▸ To do
Only one stretch of the data below is needed. Output the lines from the one with "below cost): larder" up to and including the one with "whose price is", exactly as they stand.

▸ Task material

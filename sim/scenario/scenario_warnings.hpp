#pragma once
// Things in a valid scenario that are probably mistakes but may be meant (a loss leader sold
// below cost): larder runs it and says so on stderr, in `larder run` and `larder check`.

#include <string>
#include <vector>

#include "sim/scenario/scenario.hpp"

namespace larder {

/// One line per doubtful setting, `file: warning: ...`, in item order: an item whose price is
/// below its unit cost (every unit sold loses money, so a profit-seeking rule orders nothing).
std::vector<std::string> scenario_warnings(const Scenario& scenario);

}  // namespace larder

▸ Your solution
// below cost): larder runs it and says so on stderr, in `larder run` and `larder check`.

#include <string>
#include <vector>

#include "sim/scenario/scenario.hpp"

namespace larder {

/// One line per doubtful setting, `file: warning: ...`, in item order: an item whose price is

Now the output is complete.